Data to process START

def propagate(strain, dt, distance, bar_radius, bar_wave_speed, poisson_ratio, *,
              amplitude_factors=False, max_frequency=None, above_max_frequency="hold",
              amplitude_limit=DEFAULT_AMPLITUDE_LIMIT):
    """Move a bar strain history a distance along the bar, with dispersion.

    Returns the history a gauge ``distance`` further along the wave's
    direction of travel would record, on the same time axis: each Fourier
    component of frequency f is delayed by ``distance / c(f)`` with c(f) the
    Pochhammer–Chree fundamental-mode phase velocity. This includes the bulk
    delay ``distance / c0`` at low frequency; a negative distance moves the
    wave backwards (earlier), e.g. from a gauge to the specimen face of an
    incident wave.

    Parameters
    ----------
    strain : array_like
        Strain history [1], 1-D, uniformly sampled, finite.
    dt : float
        Sample interval [s].
    distance : float
        Signed propagation distance [m] (positive = in the direction of
        travel).
    bar_radius : float
        Bar radius a [m].
    bar_wave_speed : float
        Bar wave speed c0 [m/s], used as given (pass the measured speed).
    poisson_ratio : float
        Poisson ratio ν of the bar [1], in (0, 0.5).
    amplitude_factors : bool, optional
        Also apply the radial amplitude factors: the input is then read as
        the surface axial strain (what a gauge sees) and the output is the
        section-mean axial stress over E, σ̄/E. Per harmonic the factor is
        (mean/surface strain) × (c/c0)²; applied up to a/Λ =
        ``amplitude_limit`` (the mean/surface ratio is singular near
        a/Λ ≈ 0.38), then returned smoothly to 1 over the next 20 % in
        frequency and 1 above: what the factors cannot correct is not
        amplified (noise there would be, by the factor at the limit). Not reversible by
        propagating back: the factors are applied whatever the sign of
        ``distance``. Default False.
    max_frequency : float, optional
        Frequency [Hz] above which the fundamental-mode curve is not used
        (see ``above_max_frequency``). Default: the end of the table
        (a/Λ = 2, f·a/c0 ≈ 1.15 for steel). The first higher mode appears
        from ``second_mode_onset(...)``; pass that to stop there.
    above_max_frequency : {"hold", "lowpass"}, optional
        ``"hold"`` (default): the phase velocity is held at its value at the
        limit, so those components move rigidly with that speed; the result
        is exactly reversible and keeps every component's amplitude.
        ``"lowpass"``: components above the limit are removed, with a
        raised-cosine taper over the top 10 % below it (not reversible).
    amplitude_limit : float, optional
        a/Λ up to which the amplitude factors are applied [1]. Default 0.25;
        must be below 0.9 × the a/Λ where the mode's surface strain vanishes
        (0.377 for ν = 0.29).

    Returns
    -------
    ndarray
        Strain history at the new station [1] (σ̄/E with amplitude factors),
        same length and time axis as ``strain``.

    Raises
    ------
    InputError
        Bad parameters or non-finite strain.

    Notes
    -----
    The record is extended before the FFT so nothing wraps round: after the
    last sample the last value is held for the longest delay spread
    |distance|/cg_min (cg_min the slowest group velocity in the band, +5 %
    and 32 samples), then a raised-cosine bridge returns to the first value,
    which is held for the same span before the record (periodic extension).
    Content entering the window from outside therefore equals the first
    (or, going backwards, the last) sample held constant — a flat baseline —
    and content leaving the window is dropped. The total length is an even
    2-3-5-smooth FFT size. At an even length's Nyquist bin the phase factor
    is rounded to ±1 so the transform stays real and reversible.

    With ν → 0 the phase velocity is c0 up to a/Λ ≈ 0.29 (where, for tiny ν,
    the lowest branch turns onto the surface-wave branch), so a pulse with no
    content above that is moved by a pure (sub-sample) delay ``distance / c0``.

    References
    ----------
    .. [1] P. S. Follansbee and C. Frantz, "Wave propagation in the split
       Hopkinson pressure bar", J. Eng. Mater. Technol. 105, 61–66 (1983),
       doi:10.1115/1.3225620 (DOI from memory).
    .. [2] J. C. Gong, L. E. Malvern and D. A. Jenkins, "Dispersion
       investigation in the split Hopkinson pressure bar", J. Eng. Mater.
       Technol. 112, 309–314 (1990), doi:10.1115/1.2903329 (DOI from memory).
    .. [3] A. Tyas and A. J. Watson, Int. J. Impact Eng. 25, 87–101 (2001),
       doi:10.1016/S0734-743X(00)00031-7 (DOI from memory).
    .. [4] D. Bancroft, Phys. Rev. 59, 588–593 (1941),
       doi:10.1103/PhysRev.59.588 (DOI from memory).
    """
    x = np.asarray(strain, dtype=float)
    if x.ndim != 1 or x.size < 2:
        raise InputError(f"strain must be a 1-D array of at least 2 samples, got shape {x.shape}", "strain")
    if not np.all(np.isfinite(x)):
        bad = int(np.argmax(~np.isfinite(x)))
        raise InputError(f"strain has a non-finite value (first at sample {bad})", "strain")
    dt = _check_positive(dt, "dt")
    try:
        d = float(distance)
    except (TypeError, ValueError):
        raise InputError(f"must be a finite number [m], got {distance!r}", "distance") from None
    if not math.isfinite(d):
        raise InputError(f"must be a finite number [m], got {distance!r}", "distance")
    a = _check_positive(bar_radius, "bar_radius")
    c0 = _check_positive(bar_wave_speed, "bar_wave_speed")
    nu = _check_poisson(poisson_ratio)
    if max_frequency is not None:
        max_frequency = _check_positive(max_frequency, "max_frequency")
    if above_max_frequency not in ("hold", "lowpass"):
        raise InputError(f"must be 'hold' or 'lowpass', got {above_max_frequency!r}", "above_max_frequency")
    if amplitude_factors:
        amplitude_limit = _check_positive(amplitude_limit, "amplitude_limit")
    if d == 0.0 and not amplitude_factors and above_max_frequency == "hold":
        return x.copy()

    curve = normalized_curve(nu)
    phi_hold, cg_min, amp = _propagation_plan(dt, a, c0, curve, max_frequency,
                                              amplitude_factors, amplitude_limit)
    n = x.size
    n_shift = int(math.ceil(1.05 * abs(d) / (cg_min * dt))) + 32
    n_bridge = 32
    length = _fast_length(n + 2 * n_shift + n_bridge)
    n_bridge = length - n - 2 * n_shift
    y = np.empty(length)
    y[:n] = x
    y[n:n + n_shift] = x[-1]
    w = 0.5 * (1.0 - np.cos(np.pi * (np.arange(1, n_bridge + 1) / (n_bridge + 1))))
    y[n + n_shift:n + n_shift + n_bridge] = x[-1] + (x[0] - x[-1]) * w
    y[n + n_shift + n_bridge:] = x[0]

    spec = np.fft.rfft(y)
    phi = np.fft.rfftfreq(length, dt) * (a / c0)  # f a / c0, sorted
    ratio = np.empty_like(phi)
    inside = phi <= phi_hold
    ratio[inside] = curve.phase_ratio_at(phi[inside])
    ratio[~inside] = curve.phase_ratio_at(phi_hold)
    # phase 2π f d / c(f) = 2π (f a/c0) (d/a) / (c/c0)
    phase = (2.0 * np.pi * d / a) * phi / ratio
    factor = np.empty(phase.size, dtype=complex)
    np.cos(phase, out=factor.real)
    np.sin(phase, out=factor.imag)
    np.negative(factor.imag, out=factor.imag)  # delay: exp(−i ω τ)
    if length % 2 == 0:
        factor[-1] = 1.0 if math.cos(phase[-1]) >= 0.0 else -1.0
    if amplitude_factors:
        factor *= _amplitude_factors_at(amp, phi, min(amp.phi_end, phi_hold))
    if above_max_frequency == "lowpass":
        factor *= _lowpass(phi, phi_hold)
    spec *= factor
    return np.fft.irfft(spec, length)[:n]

Data to process END

* **Task**: Copy every line of the records above that contains "last".

* **Exercise result**:
    last sample the last value is held for the longest delay spread
    (or, going backwards, the last) sample held constant — a flat baseline —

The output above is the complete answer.